The purpose of this study is to compare activity in the brains of female adults with chronic pain and/or opioid use, and healthy female adults that may help to develop new and targeted treatments for adults with chronic pain and alternatives to opioid therapy.

Condition or Disease Intervention/Treatment Phase
  • Other: 2 Study Visits with MRI Scanning
  • Other: 1 Study Visit with MRI Scanning
  • Drug: Opioid Randomization

Detailed Description

The objective of the study is to determine differences in neurophysiology and behavior during different phases of opioid use in patients. Study activities will include neuroimaging (MRI and fMRI), behavioral tasks, sensory testing, blood draws, and questionnaires. The neuroimaging data will be analyzed using specialized software; data from questionnaires, sensory testing, and behavioral task performance will be analyzed using standard statistical software. Risks and safety concerns include standard, minimal risks associated with MRI scans, sensory testing, blood draws, and confidentiality.

Study Design

Study Type:
Observational
Anticipated Enrollment :
140 participants
Observational Model:
Cohort
Time Perspective:
Cross-Sectional
Official Title:
Neuroimaging of Opioid Phase
Anticipated Study Start Date :
Jun 15, 2023
Anticipated Primary Completion Date :
Jun 30, 2026
Anticipated Study Completion Date :
Jun 30, 2027

Arms and Interventions

Arm Intervention/Treatment
Female adults with chronic pain who take prescribed opioid medications

Opioid taking participants will undergo two study visits, one for each opioid phase ("peak" or "trough")

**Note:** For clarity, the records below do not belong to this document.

/* What a run records; the caller allocates every array (sizes with
 * v = n + p). With keep_history, each history array that is not NULL is
 * written (NULL ones are skipped). */
typedef struct {
    double *mean;        /* v x T weighted means (states, then parameters) */
    double *quant;       /* v x nq x T weighted quantiles */
    double *ess;         /* T: ESS after weighting, before resampling */
    double *logz;        /* T: log-evidence increments (NaN for the
                          * ensemble Kalman methods) */
    double *resampled;   /* T: 1 if the cycle resampled */
    double *degenerate;  /* T: 1 if every member had zero likelihood */
    double *skipped;     /* T: observations skipped as missing */
    double *nonfinite;   /* T: members whose state was not finite */
    double *fmean;       /* v x T forecast means (before the update, with
                          * the weights the forecast carries), or NULL */
    double *inflation;   /* T: inflation used (ensemble Kalman), or NULL */
    double *floored;     /* T: eigenvalues floored (ensemble Kalman), or NULL */
    double *distinct;    /* p x T: distinct values of each parameter among
                          * the members at the end of the cycle (after
                          * resampling and any move), or NULL */
    double *pspread;     /* p x T: weighted standard deviation of each
                          * parameter in its transformed space at the end
                          * of the cycle, or NULL */
    double *hist_X;      /* n x N x T states after the forecast */
    double *hist_P;      /* p x N x T parameters */
    double *hist_w;      /* N x T weights after the update */
    double *hist_a;      /* N x T ancestors (0-based) chosen at the cycle */
    double *smean;       /* v x T smoothed means (with lag >= 1) */
    double *squant;      /* v x nq x T smoothed quantiles (with lag >= 1) */
    double *sanc;        /* T: the distinct members of cycle s that the
                          * members of the cycle whose weights smoothed it
                          * descend from (lag >= 1; the window's ancestors
                          * at its oldest slot), or NULL */
    double *temper_steps; /* T: likelihood steps of the cycle (1 untempered,
                           * 0 with no observation), or NULL */
    double *loglik_evals; /* T: member likelihood evaluations of the cycle
                           * (N per pass over the ensemble, and N per
                           * cycle re-run by resample_move), or NULL */
    double *move_sweeps;  /* T: resample_move sweeps in the cycle, or NULL */
    double *move_accept;  /* T: fraction of its proposals accepted (NaN
                           * when it did not act), or NULL */
    double *nanpred;     /* T: living members (finite state) whose predicted
                          * observation (an operator's value) was NaN where
                          * the observation was not missing, so their
                          * likelihood was zero (particle filter), or NULL */
    double *dmean;       /* d x T weighted means of the d = n_lin + n_fun
                          * derived quantities (with derived_summary) */
    double *dquant;      /* d x nq x T their weighted quantiles */
    double *comp_ess;    /* n_comp x T: the ESS of each component's weights
                          * (weak particle filter; NaN where the component
                          * has no observation), or NULL */
    double *comp_logz;   /* n_comp x T: each component's log-evidence
                          * increment (weak particle filter; 0 where it has
                          * no observation, -Inf where no member explains
                          * them), or NULL */
    double *pit;         /* obs_first[T]: the forecast probability integral
                          * transform of every observation row (where the
                          * value fell in the forecast's predictive
                          * distribution, sl_loglik_pit, with the weights
                          * the forecast carries), written by the particle
                          * filter's analyses (strong and weak coupling) for
                          * the rows that are not missing; others left as
                          * they are; or NULL */
    double *comp_sanc;   /* n_comp x T: sanc of each component's rows (weak
                          * particle filter with a lag: the distinct
                          * members of cycle s its rows descend from at
                          * its own lag; sanc is then the fewest of
                          * them), or NULL */
    double log_evidence; /* sum of logz */
    size_t steps;        /* model steps taken */
} sl_pf_output;

/* What an analysis does, in its flags:
 * SL_ANALYSIS_WEIGHTS  weighs the members: the update leaves every
 *     member's log-likelihood increment in ll and the count of the
 *     observations it used in nobs; the run multiplies the weights by
 *     them, records the log-evidence, resamples when the ESS falls below
 *     threshold * N and tempers when asked. Without it the update leaves
 *     the weights it wants in w (the ensemble Kalman methods: equal on
 *     the living members), the log-evidence is NaN and the run resamples
 *     only to replace members whose state is not finite.
 * SL_ANALYSIS_MOVES    moves the members (their states, and parameters
 *     if it says so by changing Z and P); a move that re-runs paths
 *     cannot follow it.
 * SL_ANALYSIS_NOISE_FREE  needs the forecast before the state noise:
 *     the run keeps it in Xf. */
#define SL_ANALYSIS_WEIGHTS 1u
#define SL_ANALYSIS_MOVES 2u
#define SL_ANALYSIS_NOISE_FREE 4u

/* The run's internals (the analyses of the core reach their buffers
 * through them; an analysis of the caller's own ignores them). */
struct sl_pfi_buffers;

/* One cycle as its analysis sees it. The run fills the inputs; the
 * update fills the results it has (they start at 0). */
typedef struct {
    const sl_analysis *self;  /* the entry */
    const sl_pf_config *cfg;
    size_t k;                 /* cycle (0-based) */
    double t;                 /* its time */
    size_t r0, m;             /* its observation rows r0 .. r0 + m - 1 */
    double *X;                /* n x N states after forecast and state noise */
    double *Z;                /* p x N parameters, transformed */
    double *P;                /* p x N parameters, natural units */
    double *w;                /* N weights the forecast carries */
    const unsigned char *dead;/* N flags: 1 for a state that is not finite */
    size_t ndead;             /* how many */
    const double *Xf;         /* n x N forecast before the state noise
                               * (SL_ANALYSIS_NOISE_FREE), else NULL */
    void *work;               /* the entry's workspace, NULL without one */
    size_t nwin;              /* past cycles in the fixed-lag window */
    sl_pf_output *out;        /* the run's records (cycle k is this one) */
    struct sl_pfi_buffers *run;
    /* results */
    double *ll;               /* N log-likelihood increments (weighing) */
    size_t nobs;              /* observations the weights used (weighing) */
    size_t skipped;           /* observations skipped as missing */
    size_t evals;             /* member likelihood evaluations */
    int degenerate;           /* 1: the analysis could not be done (too
                               * few living members) */
} sl_analysis_cycle;

/* An analysis as a type object: a name, flags, data of its own (the
 * ensemble Kalman entries: their sl_enkf_method), and its functions,
 * each given the entry itself. check (may be NULL) refuses a configuration the analysis
 * cannot run, from sl_pf_check; workspace (NULL: none) gives the bytes it
 * needs for a run whose cycles have at most m_max observations and whose
 * fixed-lag window holds nwin cycles (0 if a size overflows); start (may
 * be NULL) prepares the workspace at the start of a run; update runs the
 * analysis of one cycle (also of a cycle without observations, m = 0). */
struct sl_analysis {
    const char *name;
    unsigned flags;
    const void *data;
    sl_status (*check)(const sl_analysis *self, const sl_pf_config *cfg, sl_error *err);
    size_t (*workspace)(const sl_analysis *self, const sl_pf_config *cfg, size_t m_max,
                        size_t nwin);
    void (*start)(const sl_analysis *self, const sl_pf_config *cfg, void *work,
                  struct sl_pfi_buffers *run);
    sl_status (*update)(sl_analysis_cycle *c, sl_error *err);
};

/* The analyses of the core: "pf" (weighing by the likelihood: the
 * particle filter), "wenkf" (the weighted ensemble Kalman filter), and
 * the ensemble Kalman analyses of sl_enkf_analysis, "enkf", "etkf",
 * "ensrf", "eakf", "letkf" (in the order of sl_enkf_method). */
extern const sl_analysis sl_analysis_pf;
extern const sl_analysis sl_analysis_wenkf;
extern const sl_analysis sl_analysis_enkf;
extern const sl_analysis sl_analysis_etkf;
extern const sl_analysis sl_analysis_ensrf;
extern const sl_analysis sl_analysis_eakf;
extern const sl_analysis sl_analysis_letkf;
/* The weakly coupled particle filter (sl_pf_config weak): not in the
 * table; a weak run of the particle filter runs it. */
extern const sl_analysis sl_analysis_pf_weak;

/* The analysis with this name, or NULL. */
const sl_analysis *sl_analysis_find(const char *name);

/* The k-th analysis of the table (k = 0, 1, ...), NULL past the end. */
const sl_analysis *sl_analysis_at(size_t k);

/* The analysis a configuration runs: cfg->analysis if set, else the
 * weighted ensemble Kalman filter with wenkf, the method of enkf when it
 * is not NULL, the particle filter otherwise (its weakly coupled entry
 * with weak, also when cfg->analysis is the particle filter's). */
const sl_analysis *sl_pf_analysis_of(const sl_pf_config *cfg);

/* Check a configuration; reasons "badconfig", "badtimes", "offgrid",
 * "badforcing", "forcingrange", "badobs" and those of sl_loglik_check. */
sl_status sl_pf_check(const sl_pf_config *cfg, sl_error *err);

/* 1 if a member's path holds random draws besides its initial state:
 * perturbed forcing (a series with noise and sd > 0), state noise > 0,
 * or a model that draws by member index (model noise, perturbed
 * events); 0 if the path is a deterministic function of the initial
 * state and the parameters. */
int sl_pf_paths_random(const sl_pf_config *cfg);

/* The parameter move a run gets by default: resample_move when the
 * paths are deterministic given the initial states and the parameters
 * (there its Metropolis-Hastings moves sample the exact posterior), the
 * kernel move otherwise (re-running a random path conditions the
 * parameters on the few paths that survive resampling, which narrows
 * their bands). */
const sl_param_mover *sl_pf_auto_move(const sl_pf_config *cfg);

/* Bytes of workspace sl_pf_run needs, or 0 if a size overflows. */
size_t sl_pf_workspace(const sl_pf_config *cfg);

/* The parts of a run's workspace, by what they hold; each names the
 * options of sluice.filter that drive its size (the Octave layer's
 * names), so that a run too large for the machine can say what to
 * change:
 *   ENSEMBLE   the members' states, parameters, forcing values and
 *              perturbations (two copies each, for resampling), weights,
 *              likelihoods, value ids, ancestors, resampling scratch
 *              ('members'; with SMC2 members x 'inner_members')
 *   PREDICTED  the predicted observations of the cycle with the most
 *              observations, m_max x N ('members')
 *   DERIVED    the operator functions' values and the derived summary's
 *              ('operators', 'derived_summary')
 *   ANALYSIS   the analysis's own buffers for the current ensemble on one
 *              thread: the N x N or m x m matrices of the ensemble
 *              Kalman methods, the weighted filter's gain ('method',
 *              'members')
 *   LAG        the fixed-lag window (lag + 2 slots of (n + p) x N) and the
 *              rows it adds to an ensemble Kalman analysis ('lag')
 *   MOVES      resample_move's record of ancestors (2 T x N) and re-run
 *              ensemble, SMC2's groups, the moves' covariance
 *              ('param_move'; with SMC2 'inner_members')
 *   PATHS      resample_move's standard normal draws of random paths, 3 x
 *              (steps x noisy forcings + T x noisy states) x N
 *              ('move_paths', 'param_move')
 *   TEMPER     the tempering steps' ancestors and log-likelihoods
 *              ('temper_ess'; without tempering they count as ENSEMBLE)
 *   THREADS    per-thread scratch: the model's work, the quantiles', the
 *              LETKF's local analyses beyond one thread ('threads') */
enum {
    SL_PF_PART_ENSEMBLE = 0,
    SL_PF_PART_PREDICTED,
    SL_PF_PART_DERIVED,
    SL_PF_PART_ANALYSIS,
    SL_PF_PART_LAG,
    SL_PF_PART_MOVES,
    SL_PF_PART_PATHS,
    SL_PF_PART_TEMPER,
    SL_PF_PART_THREADS,
    SL_PF_NPARTS
};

Other: 2 Study Visits with MRI Scanning
Participant undergoes MRI scanning, blood draw(s), urine sample(s)

Drug: Opioid Randomization
Participant is randomized to take their prescribed opioid medication before ("peak" opioid phase) or after ("trough" opioid phase) the MRI scan
Female adults with chronic pain who do not take opioid medications

Participants with chronic pain who are not taking opioids will undergo one study visit

Other: 1 Study Visit with MRI Scanning
Participant undergoes MRI scanning, blood draw, urine sample
Healthy controls

Healthy female participants who are not taking opioids will undergo one study visit

Other: 1 Study Visit with MRI Scanning
Participant undergoes MRI scanning, blood draw, urine sample

Outcome Measures

Primary Outcome Measures

  1. Characterize brain fMRI-based activity related to neurobiological consequences of opioid therapy [During study visits up to 4 weeks apart]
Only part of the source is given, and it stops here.